There’s still a lot more to cover and so far I had done summary for the 1st day. Special thanks to:

  • Blade Lin for detailed explanation (especially on differences between GIC and NVIC in terms of speed and ARM Kleidi framework on SLAM application) and advices.
  • Tsung-Chih (Alex) Su for detailed explanation (especially on difference between DMA and SMMU and efficiency on using JIT on DAC) and advices.
  • Niki Dow, Graciela Lin, and Jessica Wu for the amazing advices during panel discussion.
  • CK Tseng for the thrilling opening speech🔥

In short, this marked as the first step for the in-depth exploration of ARM’s ecosystem. Hope you find this post insightful. #STEMEducation #ASEM #ARM #ARMTraining #Semiconductor #Monash #ARMOnDemand

armphotod1-1.jpg

My first visit to Monash University! Cool university with easy access to the public transport, and a Zus Coffee inside the campus? (And yes, sorry, I blocked one of the letter.)

armphotod1-2.jpg

Gracelia Lin presented an overview of ARM's background, including its historical development and real-world application of ARM-based chip.

armphotod1-3.jpg

Thanks Alex Su for the very detailed explanation especially the difference between GIC and NVIC (Nested Vectored Interrupt Controller), as well as the difference between C2C (Chip-2-Chip) in ARM and AMD's Infinity Fabric.

armphotod2-1.jpg

Demo of Ollamacpp run deepseek-r1 at 1.5b parameters.

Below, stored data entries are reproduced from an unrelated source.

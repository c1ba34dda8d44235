// SPDX-License-Identifier: GPL-2.0-or-later
#include "model/basis_error.h"

#include <gtest/gtest.h>

#include <cmath>

#include "model/component_maps.h"
#include "support/sky_builder.h"
#include "support/threads.h"

namespace foreglow {
namespace {

using testing::channel_spec;
using testing::make_test_sky;
using testing::study_spec;
using testing::whole_sky;

std::vector<Channel> log_channels(int count) {
    std::vector<ChannelSpec> specs;
    for (int i = 0; i < count; ++i) {
        const double ghz = 20 * std::pow(350.0 / 20, i / (count - 1.0));
        specs.push_back(channel_spec(std::to_string(i), ghz, 0.2 * ghz, 5));
    }
    return make_channels(study_spec(8, specs, true));
}

std::vector<BandSum> bands_of(const std::vector<Channel>& channels) {
    std::vector<BandSum> bands;
    for (const Channel& channel : channels)
        bands.push_back(channel.band);
    return bands;
}

// On a sky of which every pixel is sampled the number must be the rms itself, here summed pixel by pixel.
TEST(BasisErrors, AreTheRmsOverTheSky) {
    SkyModel sky = make_test_sky(8, true);
    sky.polarization->reference = Frequency::from_ghz(22.8);
    const auto channels = log_channels(16);
    const SpectralBasis basis = make_intensity_basis(sky, bands_of(channels), 1e-3);
    const SpectralBasis polarized = make_polarized_basis(sky, bands_of(channels), 1e-3);
    ASSERT_FALSE(basis.is_exact);
    const BasisErrors errors = measure_basis_errors(sky, channels, basis, &polarized);
    const BasisErrors of_intensity = measure_basis_errors(sky, channels, basis, nullptr);
    ASSERT_EQ(errors.relative.size(), 16U);
    const SkyStrip strip = make_sky_strip(sky, whole_sky(sky.grid), true);
    const auto low_rank = [&](const SpectralBasis& b, Frequency reference, std::size_t c, double index,
                              double curvature) {
        double sum = 0;
        for (std::size_t k = 0; k < b.components.size(); ++k)
            sum += b.weights(c, k) * exact_band_value(b.components[k], reference, index, curvature);
        return sum;
    };
    for (std::size_t c = 0; c < 16; ++c) {
        double error_p = 0, size_p = 0, mean = 0, error = 0, error_mean = 0;
        Vector3 dipole{}, error_dipole{};
        std::vector<double> map, off;
        for (std::size_t p = 0; p < strip.q.size(); ++p) {
            const double exact =
                exact_band_value(channels[c].band, sky.reference, strip.index[p], strip.curvature[p]);
            const double found = low_rank(basis, sky.reference, c, strip.index[p], strip.curvature[p]);
            map.push_back(strip.intensity[p] * exact);
            off.push_back(strip.intensity[p] * (found - exact));
            const double pol =
                exact_band_value(channels[c].band, sky.polarization->reference,
                                 strip.index_of_polarization()[p], strip.curvature_of_polarization()[p]);
            const double pol_found =
                low_rank(polarized, sky.polarization->reference, c, strip.index_of_polarization()[p],
                         strip.curvature_of_polarization()[p]);
            const double length2 = strip.q[p] * strip.q[p] + strip.u[p] * strip.u[p];
            error_p += length2 * (pol_found - pol) * (pol_found - pol);
            size_p += length2 * pol * pol;
            const Vector3 n = sky.grid.direction(static_cast<std::int64_t>(p));
            mean += map.back() / 768;
            error_mean += off.back() / 768;
            for (std::size_t k = 0; k < 3; ++k) {
                dipole[k] += 3 * n[k] * map.back() / 768;
                error_dipole[k] += 3 * n[k] * off.back() / 768;
            }
        }
        double size = 0;
        for (std::size_t p = 0; p < map.size();
             ++p) {  // HEALPix pixels have <n_i n_j> = delta_ij/3 to 1e-3 or so at nside 8
            const Vector3 n = sky.grid.direction(static_cast<std::int64_t>(p));
            size += std::pow(map[p] - mean - dipole[0] * n[0] - dipole[1] * n[1] - dipole[2] * n[2], 2);
            error += std::pow(off[p] - error_mean - error_dipole[0] * n[0] - error_dipole[1] * n[1] -
                                  error_dipole[2] * n[2],
                              2);
        }
        EXPECT_NEAR(of_intensity.relative[c] / std::sqrt(error / size), 1, 0.01);
        EXPECT_NEAR(errors.relative[c] / std::max(std::sqrt(error / size), std::sqrt(error_p / size_p)), 1,
                    0.01);
        EXPECT_GT(errors.relative[c], 0);
    }
}

TEST(BasisErrors, AreZeroWhereTheChannelsAreTheBasis) {
    const SkyModel sky = make_test_sky(4, false);
    const auto channels = log_channels(3);
    const SpectralBasis basis = make_intensity_basis(sky, bands_of(channels), 1e-5);
    ASSERT_TRUE(basis.is_exact);
    EXPECT_EQ(measure_basis_errors(sky, channels, basis, nullptr).relative, std::vector<double>(3, 0.0));
}

TEST(BasisErrors, LeaveUndefinedPixelsOutAndNeverDependOnTheThreads) {
    SkyModel sky = make_test_sky(8, true);
    const auto channels = log_channels(12);
    const SpectralBasis basis = make_intensity_basis(sky, bands_of(channels), 1e-3);
    auto map = testing::make_map(sky.grid, testing::test_brightness);
    for (std::size_t p = 100; p < 300; ++p)
        map->values[p] = undefined_pixel;
    sky.intensity = PixelField::of_map(map);
    std::vector<double> before;
    for (const int threads : {1, 2}) {
        const testing::Threads set(threads);
        const auto errors = measure_basis_errors(sky, channels, basis, &basis).relative;
        for (const double error : errors)
            EXPECT_TRUE(std::isfinite(error) && error > 0 && error < 3e-3) << error;
        EXPECT_TRUE(threads == 1 || errors == before);
        before = errors;
    }
}

}  // namespace
}  // namespace foreglow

I only seen youtubers doing these (Jeff Geerlings, Alex Ziskind and NetworkChuck), and now here we are. (Nothing impressive, but feels so cool when you could literally run AI model on a something like a credit card sized computer)

armphotod2-2.jpg

And yea, that's the edge device which runs the deepseek-r1 1.5b. Alex Su introduce this with the help of NPU that could perform up to 16 TOPs.

armphotod2-3.jpg

Thanks Niki Dow for providing us the inspiring advises. I am deeply appreciate for what Niki Dow provides with her vision, experiences, and courages for the young folks.

armphotod3-1.jpg

Thanks Blade Lin for the very detailed explanation (especially on differences between GIC and NVIC in terms of speed and ARM Kleidi framework on SLAM application) and advices on semiconductor field.

armphotod3-2.jpg

The ordinary opening of Arm Developer Labs

armphotod3-3.jpg

I made it till the end of the event!